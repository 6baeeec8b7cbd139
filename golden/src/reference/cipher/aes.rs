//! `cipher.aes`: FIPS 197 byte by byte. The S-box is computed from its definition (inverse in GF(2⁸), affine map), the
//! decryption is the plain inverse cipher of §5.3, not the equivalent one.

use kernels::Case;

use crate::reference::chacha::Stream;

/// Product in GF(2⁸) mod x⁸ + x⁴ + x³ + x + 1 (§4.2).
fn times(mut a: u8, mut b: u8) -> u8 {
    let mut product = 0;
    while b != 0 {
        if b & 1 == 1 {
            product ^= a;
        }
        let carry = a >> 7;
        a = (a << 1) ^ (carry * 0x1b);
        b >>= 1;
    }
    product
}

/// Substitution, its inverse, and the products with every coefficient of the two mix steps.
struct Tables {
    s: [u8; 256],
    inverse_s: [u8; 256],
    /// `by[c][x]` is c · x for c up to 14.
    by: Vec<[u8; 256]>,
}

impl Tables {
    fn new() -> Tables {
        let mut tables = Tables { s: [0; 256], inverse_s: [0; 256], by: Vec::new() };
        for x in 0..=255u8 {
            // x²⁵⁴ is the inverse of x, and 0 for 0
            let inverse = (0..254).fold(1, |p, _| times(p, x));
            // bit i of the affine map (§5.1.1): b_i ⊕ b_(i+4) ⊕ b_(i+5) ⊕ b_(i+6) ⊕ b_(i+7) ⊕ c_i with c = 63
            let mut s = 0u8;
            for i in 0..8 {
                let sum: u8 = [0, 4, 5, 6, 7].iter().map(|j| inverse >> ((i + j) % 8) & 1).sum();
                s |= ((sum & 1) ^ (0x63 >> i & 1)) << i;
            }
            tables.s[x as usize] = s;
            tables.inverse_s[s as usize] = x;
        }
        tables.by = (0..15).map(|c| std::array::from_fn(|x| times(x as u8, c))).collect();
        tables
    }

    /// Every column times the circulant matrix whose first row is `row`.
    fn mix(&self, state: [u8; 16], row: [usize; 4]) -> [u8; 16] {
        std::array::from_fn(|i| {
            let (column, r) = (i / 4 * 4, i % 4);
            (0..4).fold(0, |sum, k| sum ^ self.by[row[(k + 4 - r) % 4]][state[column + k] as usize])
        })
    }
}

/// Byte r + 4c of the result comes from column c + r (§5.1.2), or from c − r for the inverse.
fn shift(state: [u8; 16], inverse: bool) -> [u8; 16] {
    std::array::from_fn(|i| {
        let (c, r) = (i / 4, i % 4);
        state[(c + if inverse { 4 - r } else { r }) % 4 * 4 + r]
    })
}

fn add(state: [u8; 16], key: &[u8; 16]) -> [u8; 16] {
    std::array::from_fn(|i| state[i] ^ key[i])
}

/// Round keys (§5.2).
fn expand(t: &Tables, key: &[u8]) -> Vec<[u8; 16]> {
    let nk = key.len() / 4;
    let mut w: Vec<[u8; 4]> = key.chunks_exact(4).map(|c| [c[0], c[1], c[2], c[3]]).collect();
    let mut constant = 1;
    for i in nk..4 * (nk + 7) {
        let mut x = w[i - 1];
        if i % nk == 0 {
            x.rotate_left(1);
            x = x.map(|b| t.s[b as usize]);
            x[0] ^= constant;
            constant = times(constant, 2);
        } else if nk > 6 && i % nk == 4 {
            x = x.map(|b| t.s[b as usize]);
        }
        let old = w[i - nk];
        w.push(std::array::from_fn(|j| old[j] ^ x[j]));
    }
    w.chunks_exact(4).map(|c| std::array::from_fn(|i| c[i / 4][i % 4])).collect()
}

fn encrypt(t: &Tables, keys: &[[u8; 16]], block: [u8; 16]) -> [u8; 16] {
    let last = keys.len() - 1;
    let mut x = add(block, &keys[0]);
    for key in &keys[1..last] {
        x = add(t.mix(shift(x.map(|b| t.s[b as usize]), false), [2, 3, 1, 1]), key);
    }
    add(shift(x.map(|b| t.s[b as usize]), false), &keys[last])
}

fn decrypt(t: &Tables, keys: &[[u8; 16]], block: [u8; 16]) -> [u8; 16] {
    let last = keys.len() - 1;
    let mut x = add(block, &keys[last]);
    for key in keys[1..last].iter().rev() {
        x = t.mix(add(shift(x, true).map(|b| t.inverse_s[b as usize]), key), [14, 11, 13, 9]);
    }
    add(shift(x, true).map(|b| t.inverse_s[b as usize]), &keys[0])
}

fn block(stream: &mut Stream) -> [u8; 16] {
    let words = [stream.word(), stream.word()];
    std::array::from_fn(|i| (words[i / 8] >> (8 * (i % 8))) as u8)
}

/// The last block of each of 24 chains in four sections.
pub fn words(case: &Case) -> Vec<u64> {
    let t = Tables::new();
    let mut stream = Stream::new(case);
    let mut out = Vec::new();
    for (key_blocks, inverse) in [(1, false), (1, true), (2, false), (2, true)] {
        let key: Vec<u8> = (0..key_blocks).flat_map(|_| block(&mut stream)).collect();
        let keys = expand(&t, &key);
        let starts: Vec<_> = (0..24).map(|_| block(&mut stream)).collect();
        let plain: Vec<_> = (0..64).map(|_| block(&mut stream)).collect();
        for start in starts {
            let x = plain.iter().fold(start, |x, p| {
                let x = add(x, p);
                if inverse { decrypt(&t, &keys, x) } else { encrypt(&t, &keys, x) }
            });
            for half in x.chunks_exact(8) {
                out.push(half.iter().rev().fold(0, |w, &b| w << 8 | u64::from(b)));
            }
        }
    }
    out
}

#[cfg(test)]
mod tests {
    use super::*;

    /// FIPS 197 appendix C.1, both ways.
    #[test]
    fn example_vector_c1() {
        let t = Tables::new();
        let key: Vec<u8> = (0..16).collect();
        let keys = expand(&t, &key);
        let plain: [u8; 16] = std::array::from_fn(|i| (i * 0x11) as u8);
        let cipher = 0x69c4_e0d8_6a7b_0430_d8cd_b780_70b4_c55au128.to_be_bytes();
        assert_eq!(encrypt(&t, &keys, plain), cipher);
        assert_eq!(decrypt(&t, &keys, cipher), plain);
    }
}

# Task directions
Using the records above, restate word for word the lines from the one with "fn shift(state: [u8;" through the one with "else if nk >", both included.

# Expected output
fn shift(state: [u8; 16], inverse: bool) -> [u8; 16] {
    std::array::from_fn(|i| {
        let (c, r) = (i / 4, i % 4);
        state[(c + if inverse { 4 - r } else { r }) % 4 * 4 + r]
    })
}

fn add(state: [u8; 16], key: &[u8; 16]) -> [u8; 16] {
    std::array::from_fn(|i| state[i] ^ key[i])
}

/// Round keys (§5.2).
fn expand(t: &Tables, key: &[u8]) -> Vec<[u8; 16]> {
    let nk = key.len() / 4;
    let mut w: Vec<[u8; 4]> = key.chunks_exact(4).map(|c| [c[0], c[1], c[2], c[3]]).collect();
    let mut constant = 1;
    for i in nk..4 * (nk + 7) {
        let mut x = w[i - 1];
        if i % nk == 0 {
            x.rotate_left(1);
            x = x.map(|b| t.s[b as usize]);
            x[0] ^= constant;
            constant = times(constant, 2);
        } else if nk > 6 && i % nk == 4 {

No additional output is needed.